Dozens of bills that LGBTQ advocates say would impact transgender rights are being considered in states across the country this year. Arkansas is among several to pass such measures so far, with two bills signed by Gov. Asa Hutchinson within the past week and a third -- known as the Save Adolescents from Experimentation (SAFE) Act -- currently sitting on his desk.
With the SAFE Act, Arkansas became the first state to pass a bill that would bar doctors from providing gender-affirming health care to transgender minors, including hormones, puberty blockers and transition-related surgeries.
Sponsors say these types of bills are meant to protect minors, who they say are too young to make decisions on transition-related medical care, while LGBTQ rights groups say the legislation is unnecessary and detrimental for trans youth.
For weeks, Joanna Brandt has felt like she has an "elephant sitting on my chest." The River Valley resident has a 15-year-old transgender son, Dylan, who is currently undergoing hormone therapy. If the SAFE Act was enacted, he would have to pause his therapy until he is 18.
"It is incredibly stressful to not know what's going to happen," Brandt told ABC News.
Dylan started his treatment after several months of therapy and with the guidance of a medical professional with expertise in the area, according to Brandt, who noted, "We're not experimenting with these kids." Over the course of his treatment, Dylan has "blossomed" into a happy, confident and outgoing child, she said.
"Trans girls are girls and trans boys are boys, and denying them access to gender-affirming health care is denying them the right to be themselves," Brandt said. "Decisions about these children's health care should absolutely 100% be up to medical professionals and their parents and them, and certainly not in the hands of lawmakers that aren't experts on the subject."
Chris Attig, a lawyer based in Little Rock who is the father of a transgender college student, says a provision of the bill in which an insurer can choose not to cover the costs of gender transition procedures at any age is also worrisome.

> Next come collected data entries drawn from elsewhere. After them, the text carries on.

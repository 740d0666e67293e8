/** A film coefficient h(Ts, Ta, t) inside one interval, with its slopes. */
import { CorrelationFilm, filmLaw, tableAt, tableSlopeAt, type FilmLaw, type OutOfRange } from '../../materials';
import type { LaidCoefficient } from '../../model';
import type { Interval } from '../system';
import { courseInside, timeSlope, type CourseInside } from './courseInside';

/** h in W/(m²·K); temperatures in °C. */
export interface CoefficientInside {
  at(surface: number, surroundings: number, time: number): number;
  /** ∂h/∂Ts, ∂h/∂Ta and ∂h/∂t. */
  perSurface(surface: number, surroundings: number, time: number): number;
  perSurroundings(surface: number, surroundings: number, time: number): number;
  perSecond(surface: number, surroundings: number, time: number): number;
  /** What a correlation is used outside of at these temperatures. */
  outOfRange(surface: number, surroundings: number): OutOfRange[];
}

export function coefficientInside(coefficient: LaidCoefficient, interval: Interval): CoefficientInside {
  switch (coefficient.kind) {
    case 'course':
      return new ByCourse(courseInside(coefficient.course, interval));
    case 'table':
      return new ByTable(coefficient.table);
    case 'expression':
      return new ByExpression(filmLaw(coefficient), interval);
    case 'correlation':
      return new ByCorrelation(new CorrelationFilm(coefficient));
  }
}

class ByCourse implements CoefficientInside {
  private readonly course: CourseInside;

  constructor(course: CourseInside) {
    this.course = course;
  }
  at(_surface: number, _surroundings: number, time: number): number {
    return this.course.at(time);
  }
  perSurface(): number {
    return 0;
  }
  perSurroundings(): number {
    return 0;
  }
  perSecond(_surface: number, _surroundings: number, time: number): number {
    return this.course.slopeAt(time);
  }
  outOfRange(): OutOfRange[] {
    return [];
  }
}

/** Straight over the temperature of the face: a quench curve. */
class ByTable implements CoefficientInside {
  private readonly table: readonly (readonly [number, number])[];

  constructor(table: readonly (readonly [number, number])[]) {
    this.table = table;
  }
  at(surface: number): number {
    return tableAt(this.table, surface);
  }
  perSurface(surface: number): number {
    return tableSlopeAt(this.table, surface);
  }
  perSurroundings(): number {
    return 0;
  }
  perSecond(): number {
    return 0;
  }
  outOfRange(): OutOfRange[] {
    return [];
  }
}

/** Half the width of a difference in temperature, K. */
const HALF_WIDTH = 1e-3;

const difference = (value: (temperature: number) => number, temperature: number): number =>
  (value(temperature + HALF_WIDTH) - value(temperature - HALF_WIDTH)) / (2 * HALF_WIDTH);

class ByExpression implements CoefficientInside {
  private readonly law: FilmLaw;
  private readonly interval: Interval;

  constructor(law: FilmLaw, interval: Interval) {
    this.law = law;
    this.interval = interval;
  }
  at(surface: number, surroundings: number, time: number): number {
    return this.law(surface, surroundings, time);
  }
  perSurface(surface: number, surroundings: number, time: number): number {
    return difference((at) => this.law(at, surroundings, time), surface);
  }
  perSurroundings(): number {
    return 0;
  }
  perSecond(surface: number, surroundings: number, time: number): number {
    return timeSlope((at) => this.law(surface, surroundings, at), time, this.interval);
  }
  outOfRange(): OutOfRange[] {
    return [];
  }
}

class ByCorrelation implements CoefficientInside {
  private readonly film: CorrelationFilm;

  constructor(film: CorrelationFilm) {
    this.film = film;
  }
  at(surface: number, surroundings: number): number {
    return this.film.coefficient(surface, surroundings);
  }
  perSurface(surface: number, surroundings: number): number {
    return difference((at) => this.film.coefficient(at, surroundings), surface);
  }
  perSurroundings(surface: number, surroundings: number): number {
    return difference((at) => this.film.coefficient(surface, at), surroundings);
  }
  perSecond(): number {
    return 0;
  }
  outOfRange(surface: number, surroundings: number): OutOfRange[] {
    return this.film.outOfRange(surface, surroundings);
  }
}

"We don't know if we're going to be able to keep our health insurance policy," Attig, who testified before the House and Senate against the bill this month before it passed on Monday, told ABC News. "I don't know what's gonna happen. As a business owner, it's a problem."
Brandt and Attig are joined by other parents and trans advocates in calling on the governor to veto the bill. The American Civil Liberties Union has said it would otherwise sue. At a press briefing Tuesday, Hutchinson said he planned to meet with and listen to people before deciding on signing.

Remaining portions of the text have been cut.